| Task to carry out |
All entries are to be retyped without alteration.

| Records supplied |
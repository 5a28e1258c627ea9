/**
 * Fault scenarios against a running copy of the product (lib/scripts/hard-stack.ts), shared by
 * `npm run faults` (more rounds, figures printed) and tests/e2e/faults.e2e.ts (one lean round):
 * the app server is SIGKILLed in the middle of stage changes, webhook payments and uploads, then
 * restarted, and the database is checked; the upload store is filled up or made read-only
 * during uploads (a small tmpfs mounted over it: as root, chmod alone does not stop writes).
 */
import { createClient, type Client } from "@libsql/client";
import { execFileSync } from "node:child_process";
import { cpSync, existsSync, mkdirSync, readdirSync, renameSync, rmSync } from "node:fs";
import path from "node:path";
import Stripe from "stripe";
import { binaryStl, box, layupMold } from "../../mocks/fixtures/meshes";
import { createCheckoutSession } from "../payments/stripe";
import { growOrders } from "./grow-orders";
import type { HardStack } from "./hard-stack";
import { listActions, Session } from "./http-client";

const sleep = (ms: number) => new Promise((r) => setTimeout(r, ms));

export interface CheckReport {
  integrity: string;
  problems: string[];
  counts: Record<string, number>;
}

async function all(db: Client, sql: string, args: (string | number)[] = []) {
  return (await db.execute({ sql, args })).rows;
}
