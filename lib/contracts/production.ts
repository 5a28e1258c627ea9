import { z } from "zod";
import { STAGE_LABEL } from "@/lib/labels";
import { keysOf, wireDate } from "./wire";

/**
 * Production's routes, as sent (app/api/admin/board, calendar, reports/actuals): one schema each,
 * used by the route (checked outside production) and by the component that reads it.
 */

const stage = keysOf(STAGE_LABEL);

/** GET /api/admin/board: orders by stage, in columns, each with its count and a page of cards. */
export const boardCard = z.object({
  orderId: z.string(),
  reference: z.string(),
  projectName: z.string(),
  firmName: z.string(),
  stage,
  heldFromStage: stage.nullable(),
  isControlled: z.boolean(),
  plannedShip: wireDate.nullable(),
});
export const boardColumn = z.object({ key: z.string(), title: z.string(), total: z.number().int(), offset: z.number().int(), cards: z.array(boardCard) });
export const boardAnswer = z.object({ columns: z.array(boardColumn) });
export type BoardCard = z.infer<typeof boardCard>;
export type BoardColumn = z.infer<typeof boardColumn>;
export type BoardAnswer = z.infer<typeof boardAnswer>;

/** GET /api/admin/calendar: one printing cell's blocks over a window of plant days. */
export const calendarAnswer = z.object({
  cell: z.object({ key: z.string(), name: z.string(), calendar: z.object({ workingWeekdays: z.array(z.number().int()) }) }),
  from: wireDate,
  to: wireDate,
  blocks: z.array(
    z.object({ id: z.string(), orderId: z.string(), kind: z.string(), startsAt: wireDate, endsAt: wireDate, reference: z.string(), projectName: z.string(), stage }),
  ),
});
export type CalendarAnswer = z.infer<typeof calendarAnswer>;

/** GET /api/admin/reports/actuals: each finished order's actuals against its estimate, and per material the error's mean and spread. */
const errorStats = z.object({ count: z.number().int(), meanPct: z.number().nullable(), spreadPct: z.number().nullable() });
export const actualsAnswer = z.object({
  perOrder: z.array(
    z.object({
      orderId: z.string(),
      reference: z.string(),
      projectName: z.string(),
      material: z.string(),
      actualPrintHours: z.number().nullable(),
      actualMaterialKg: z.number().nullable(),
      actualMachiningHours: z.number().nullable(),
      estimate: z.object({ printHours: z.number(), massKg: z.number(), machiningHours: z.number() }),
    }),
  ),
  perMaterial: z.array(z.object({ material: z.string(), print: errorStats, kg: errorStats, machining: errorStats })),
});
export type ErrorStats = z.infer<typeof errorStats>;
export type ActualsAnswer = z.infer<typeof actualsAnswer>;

| Answer section |
repository 5a28e1258c627ea9
/**
 * Fault scenarios against a running copy of the product (lib/scripts/hard-stack.ts), shared by
 * `npm run faults` (more rounds, figures printed) and tests/e2e/faults.e2e.ts (one lean round):
 * the app server is SIGKILLed in the middle of stage changes, webhook payments and uploads, then
 * restarted, and the database is checked; the upload store is filled up or made read-only
 * during uploads (a small tmpfs mounted over it: as root, chmod alone does not stop writes).
 */
import { createClient, type Client } from "@libsql/client";
import { execFileSync } from "node:child_process";
import { cpSync, existsSync, mkdirSync, readdirSync, renameSync, rmSync } from "node:fs";
import path from "node:path";
import Stripe from "stripe";
import { binaryStl, box, layupMold } from "../../mocks/fixtures/meshes";
import { createCheckoutSession } from "../payments/stripe";
import { growOrders } from "./grow-orders";
import type { HardStack } from "./hard-stack";
import { listActions, Session } from "./http-client";

const sleep = (ms: number) => new Promise((r) => setTimeout(r, ms));

export interface CheckReport {
  integrity: string;
  problems: string[];
  counts: Record<string, number>;
}

async function all(db: Client, sql: string, args: (string | number)[] = []) {
  return (await db.execute({ sql, args })).rows;
}
filename lib/contracts/production.ts
repository 5a28e1258c627ea9
import { z } from "zod";
import { STAGE_LABEL } from "@/lib/labels";
import { keysOf, wireDate } from "./wire";

/**
 * Production's routes, as sent (app/api/admin/board, calendar, reports/actuals): one schema each,
 * used by the route (checked outside production) and by the component that reads it.
 */

const stage = keysOf(STAGE_LABEL);

/** GET /api/admin/board: orders by stage, in columns, each with its count and a page of cards. */
export const boardCard = z.object({
  orderId: z.string(),
  reference: z.string(),
  projectName: z.string(),
  firmName: z.string(),
  stage,
  heldFromStage: stage.nullable(),
  isControlled: z.boolean(),
  plannedShip: wireDate.nullable(),
});
export const boardColumn = z.object({ key: z.string(), title: z.string(), total: z.number().int(), offset: z.number().int(), cards: z.array(boardCard) });
export const boardAnswer = z.object({ columns: z.array(boardColumn) });
export type BoardCard = z.infer<typeof boardCard>;
export type BoardColumn = z.infer<typeof boardColumn>;
export type BoardAnswer = z.infer<typeof boardAnswer>;

/** GET /api/admin/calendar: one printing cell's blocks over a window of plant days. */
export const calendarAnswer = z.object({
  cell: z.object({ key: z.string(), name: z.string(), calendar: z.object({ workingWeekdays: z.array(z.number().int()) }) }),
  from: wireDate,
  to: wireDate,
  blocks: z.array(
    z.object({ id: z.string(), orderId: z.string(), kind: z.string(), startsAt: wireDate, endsAt: wireDate, reference: z.string(), projectName: z.string(), stage }),
  ),
});
export type CalendarAnswer = z.infer<typeof calendarAnswer>;

/** GET /api/admin/reports/actuals: each finished order's actuals against its estimate, and per material the error's mean and spread. */
const errorStats = z.object({ count: z.number().int(), meanPct: z.number().nullable(), spreadPct: z.number().nullable() });
export const actualsAnswer = z.object({
  perOrder: z.array(
    z.object({
      orderId: z.string(),
      reference: z.string(),
      projectName: z.string(),
      material: z.string(),
      actualPrintHours: z.number().nullable(),
      actualMaterialKg: z.number().nullable(),
      actualMachiningHours: z.number().nullable(),
      estimate: z.object({ printHours: z.number(), massKg: z.number(), machiningHours: z.number() }),
    }),
  ),
  perMaterial: z.array(z.object({ material: z.string(), print: errorStats, kg: errorStats, machining: errorStats })),
});
export type ErrorStats = z.infer<typeof errorStats>;
export type ActualsAnswer = z.infer<typeof actualsAnswer>;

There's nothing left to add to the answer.